We have been in conversation with the FDA since March 1st and hope to have our EUA soon,” SCAN (Seattle Coronavirus Assessment Network) said in the statement. “We are grateful for productive partnerships with the FDA, the Washington State Department of Health, and the Centers for Disease Control and Prevention as we continue to respond to this unprecedented and rapidly changing outbreak.”
Even more concerning are the Contact Tracing Task Forces forming where our elected leaders are casually mentioning “removing people” from their homes in the name of public safety.
Here’s a video of Bill Clinton, Chelsea Clinton, Gavin Newsom, and Governor Cuomo advocating for exactly that. One says “we need the bodies” to get out there and track people. The way they so casually discuss locking down Americans and mention that joining contact tracing task forces would be good for the economy is rather sickening.
In Summary: Bill Gates says science and technology improves lives around the world, but does not mention which lives those might be. I have a feeling it might not mean the common folk.
The American taxpayer has been treated as a nuisance for asking questions about the legitimacy of “philanthropists” like Bill Gates funding programs at local, state, national, and global levels. Those who speak up are labeled conspiracy theorists by the lazy who need their fragile reality to be true to avoid having to ask hard questions.

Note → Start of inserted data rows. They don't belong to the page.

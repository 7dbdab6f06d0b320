import { afterAll, beforeAll, beforeEach, describe, expect, it } from 'vitest';
import {
  Hold,
  ReadingRollup,
  Setting,
  type Device,
  type Point,
  type Probe,
  type Site,
  type Standard,
} from '../../server/db/models/index.ts';
import type { LiveBoard, Series } from '../../shared/contracts/readings.ts';
import { startTestApp, type TestApp } from '../support/app.ts';
import { refusals } from '../support/refusals.ts';
import {
  aCheck,
  aDevice,
  aLiveReading,
  anArea,
  aPoint,
  aProbe,
  aSite,
  aStandard,
  installed,
  someReadings,
} from '../support/rows.ts';

let app: TestApp;
let site: Site;
let other: Site;
let lot: Standard;
let technicianId: number;

interface Standing {
  point: Point;
  probe: Probe;
  device: Device;
}

/** A point with a probe that reads 1000 µS/cm at 25 °C, and its last comparison if it has one. */
async function standing(
  siteId: number,
  more: {
    point?: Partial<Point>;
    check?: Parameters<typeof aCheck>[1];
    reading?: Parameters<typeof aLiveReading>[2];
    device?: Partial<Device>;
  } = {},
): Promise<Standing> {
  const point = await aPoint(siteId, more.point);
  const probe = await aProbe(siteId);
  await installed(probe, point, technicianId);
  const device = await aDevice(probe.id, more.device);
  await aLiveReading(probe.id, device.id, more.reading);
  if (more.check) await aCheck({ probeId: probe.id, pointId: point.id, standardId: lot.id }, more.check);
  return { point, probe, device };
}

const minute = 60_000;
const noon = Date.parse('2026-12-01T12:00:00Z');
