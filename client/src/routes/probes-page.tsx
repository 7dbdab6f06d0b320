import { useQuery } from '@tanstack/react-query';
import { useCallback, useMemo } from 'react';
import { useSearchParams } from 'react-router-dom';
import { ButtonLink } from '../components/ui/button.tsx';
import { ProbeList } from '../features/probes/components/probe-list.tsx';
import { filtersFrom } from '../features/probes/filters.ts';
import { useSession } from '../features/sessions/session-context.ts';
import { sitesList } from '../features/sites/api.ts';
import { useShowSite } from '../features/sites/site-in-view.ts';
import { paths } from '../paths.ts';

/** The list of probes; its filters stand in the address, so that a view can be sent to somebody. */
export default function ProbesPage() {
  const [params, setParams] = useSearchParams();
  const filters = useMemo(() => filtersFrom(params), [params]);
  const sites = useQuery(sitesList()).data?.items ?? [];
  const { can } = useSession();
  useShowSite(filters.siteId ?? null);
  const setFilter = useCallback(
    (name: string, value: string) =>
      setParams(
        (before) => {
          const after = new URLSearchParams(before);
          if (value) after.set(name, value);
          else after.delete(name);
          return after;
        },
        { replace: true },
      ),
    [setParams],
  );
  return (
    <ProbeList
      filters={filters}
      sites={sites}
      onFilter={setFilter}
      onClear={() => setParams({}, { replace: true })}
      register={
        can.registerProbe ? (
          <ButtonLink kind="primary" to={paths.newProbe.to({ siteId: filters.siteId })}>
            Register a probe
          </ButtonLink>
        ) : null
      }
    />
  );
}
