import type { Probe, ProbeEvent, ProbeRow } from '../../../../shared/contracts/probes.ts';
import type { Strip } from '../../../../shared/contracts/readings.ts';
import { formatDate } from '../../../../shared/format/dates.ts';
import {
  capitalise,
  DECISION_RULE_LABELS,
  OUTCOME_LABELS,
  PROBE_KIND_LABELS,
  STAGE_LABELS,
} from '../../../../shared/format/labels.ts';
import {
  formatNumber,
  formatProbability,
  formatSigned,
  uncertaintyPlace,
} from '../../../../shared/format/numbers.ts';
import type { StripInput } from '../../../../shared/format/strip-geometry.ts';

/** The name a page about a probe carries: where it stands, else its tag. */
export function probeName(probe: Pick<ProbeRow, 'placement' | 'tag'>): string {
  return probe.placement?.pointName ?? probe.tag;
}

/** `four-electrode · serial 4E-2217 · sk-04 · cell constant in use 0.5118 cm⁻¹` */
export function probeMeta(probe: Pick<Probe, 'kind' | 'serial' | 'tag' | 'cellConstantPerCm'>): string {
  const constant = formatCellConstant(probe.cellConstantPerCm);
  return [
    PROBE_KIND_LABELS[probe.kind],
    `serial ${probe.serial}`,
    probe.tag,
    `cell constant in use ${constant}`,
  ].join(' · ');
}

/** A cell constant with the digits that transmitters take. */
export function formatCellConstant(perCm: number | null | undefined): string {
  return formatNumber(perCm, { decimals: 4, unit: 'cm⁻¹' });
}

/** Why the reading may or may not be used, in a sentence that follows the trust word. */
export function trustSentence(
  probe: Pick<Probe, 'trust' | 'strip' | 'device' | 'cellConstantPerCm'>,
): string {
  const { trust, strip } = probe;
  if (trust.reason === 'cell-constant-changed') {
    const reported = formatCellConstant(probe.device?.reportedCellConstantPerCm);
    return `Its transmitter works with ${reported}, and the record says ${formatCellConstant(probe.cellConstantPerCm)}. No record asked for the change.`;
  }
  if (!strip) return `${capitalise(trust.text)}.`;
  const tolerance = formatNumber(strip.tolerancePercent, { unit: '%' });
  switch (trust.reason) {
    case 'as-compared':
      return `${readsWords(strip)}, clearly within the ${tolerance} tolerance.`;
    case 'within-unsure':
      return `${readsWords(strip)}, and that is too near the ${tolerance} tolerance to be sure.`;
    case 'outside-unsure':
      return `${readsWords(strip)}, beyond the ${tolerance} tolerance, though too near it to be sure.`;
    case 'outside-clear':
      return `${readsWords(strip)}, and the tolerance is ${tolerance}.`;
    default:
      return `${capitalise(trust.text)}.`;
  }
}

/** Below this part of U a reading is as right as anybody could tell. */
const HARDLY = 0.1;

function readsWords(strip: Strip): string {
  const size = Math.abs(strip.errorPercent);
  if (size < HARDLY * strip.expandedUncertaintyPercent) return 'Read true at the last comparison';
  const error = formatNumber(size, { decimals: 1, unit: '%' });
  return `Read ${strip.errorPercent < 0 ? 'low' : 'high'} by ${error} at the last comparison`;
}

export interface ComparisonWords {
  /** `Check 8 Sep 2026: error −1.70 % ± 0.85 %,` */
  opening: string;
  outcome: string;
  /** Guard band, its rule and the probability. */
  rest: string;
}

/** The last comparison in words beside its strip. */
export function comparisonWords(strip: Strip, timeZone: string): ComparisonWords {
  const U = strip.expandedUncertaintyPercent;
  const decimals = U > 0 ? Math.max(0, uncertaintyPlace(U)) : 2;
  const guard = formatNumber(strip.guardBandPercent, { significantDigits: 2, unit: '%' });
  const rule =
    strip.decisionRule === 'simple'
      ? 'The rule is simple acceptance, without a guard band.'
      : `Guard band ${guard} (${DECISION_RULE_LABELS[strip.decisionRule]}).`;
  return {
    opening: `${capitalise(STAGE_LABELS[strip.stage])} on ${formatDate(strip.at, { timeZone })}: error ${formatSigned(strip.errorPercent, decimals, '%')}, U ${formatNumber(U, { decimals, unit: '%' })} (k = ${formatNumber(strip.coverageFactor, { significantDigits: 2 })}),`,
    outcome: OUTCOME_LABELS[strip.outcome],
    rest: `${rule} Probability that it was outside: ${formatProbability(strip.probabilityOutside)}.`,
  };
}

export function stripInput(strip: Strip): StripInput {
  return {
    tolerance: strip.tolerancePercent,
    guardBand: strip.guardBandPercent,
    error: strip.errorPercent,
    expandedUncertainty: strip.expandedUncertaintyPercent,
    coverageFactor: strip.coverageFactor,
    outcome: strip.outcome,
    earlier: strip.earlierErrorPercent,
    what: capitalise(STAGE_LABELS[strip.stage]),
  };
}

export type TimelineShape = 'determined' | 'cleaned' | 'adjusted' | 'placed' | 'plain';

const SHAPES: Readonly<Partial<Record<ProbeEvent['kind'], TimelineShape>>> = {
  check: 'determined',
  cleaned: 'cleaned',
  adjusted: 'adjusted',
  installed: 'placed',
  moved: 'placed',
  removed: 'placed',
  registered: 'placed',
  retired: 'placed',
};

export const timelineShape = (event: Pick<ProbeEvent, 'kind'>): TimelineShape =>
  SHAPES[event.kind] ?? 'plain';

export type TimelineEntry =
  | { kind: 'event'; event: ProbeEvent }
  /** Routine checks that say nothing new, folded into one line until somebody asks. */
  | { kind: 'run'; key: string; events: ProbeEvent[] };

/** From so many routine checks in a row on they are folded. */
const FOLD_FROM = 3;

/** The timeline with runs of routine automatic checks folded, so that what people did stands out. */
export function foldTimeline(events: readonly ProbeEvent[]): TimelineEntry[] {
  const entries: TimelineEntry[] = [];
  let run: ProbeEvent[] = [];
  const close = () => {
    const [first] = run;
    if (first && run.length >= FOLD_FROM) entries.push({ kind: 'run', key: `run-${first.key}`, events: run });
    else entries.push(...run.map((event) => ({ kind: 'event' as const, event })));
    run = [];
  };
  for (const event of events) {
    const isRoutine =
      event.kind === 'check' && event.strip?.stage === 'automatic' && event.strip.outcome === 'within-clear';
    if (isRoutine) run.push(event);
    else {
      close();
      entries.push({ kind: 'event', event });
    }
  }
  close();
  return entries;
}

/** `14 automatic checks, all within, clear: −0.41 to +0.12 %` */
export function runWords(events: readonly ProbeEvent[]): string {
  const errors = events.flatMap((event) => (event.strip ? [event.strip.errorPercent] : []));
  const low = formatSigned(Math.min(...errors), 2);
  const high = formatSigned(Math.max(...errors), 2, '%');
  return `${events.length} automatic checks, all within, clear: ${low} to ${high}`;
}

Here’s the Reality: Very few of our elected officials, non-elected (and self-appointed) leaders, and influencers in the media think twice about getting on their knees and doing what it takes to earn their next influx of cash.
Venture Philanthropists Bill and Melinda Gates have spent a significant amount of effort ensuring they have the approval of media figures that matter and leaders in places that have influence. There are very few consequences for their actions, and they are not beholden to the general public whatsoever when making choices that affect all of us.
The question is, are our elected leaders simply too stupid to realize they’re allowing their offices to be rendered ineffective, or are they too corrupt to care?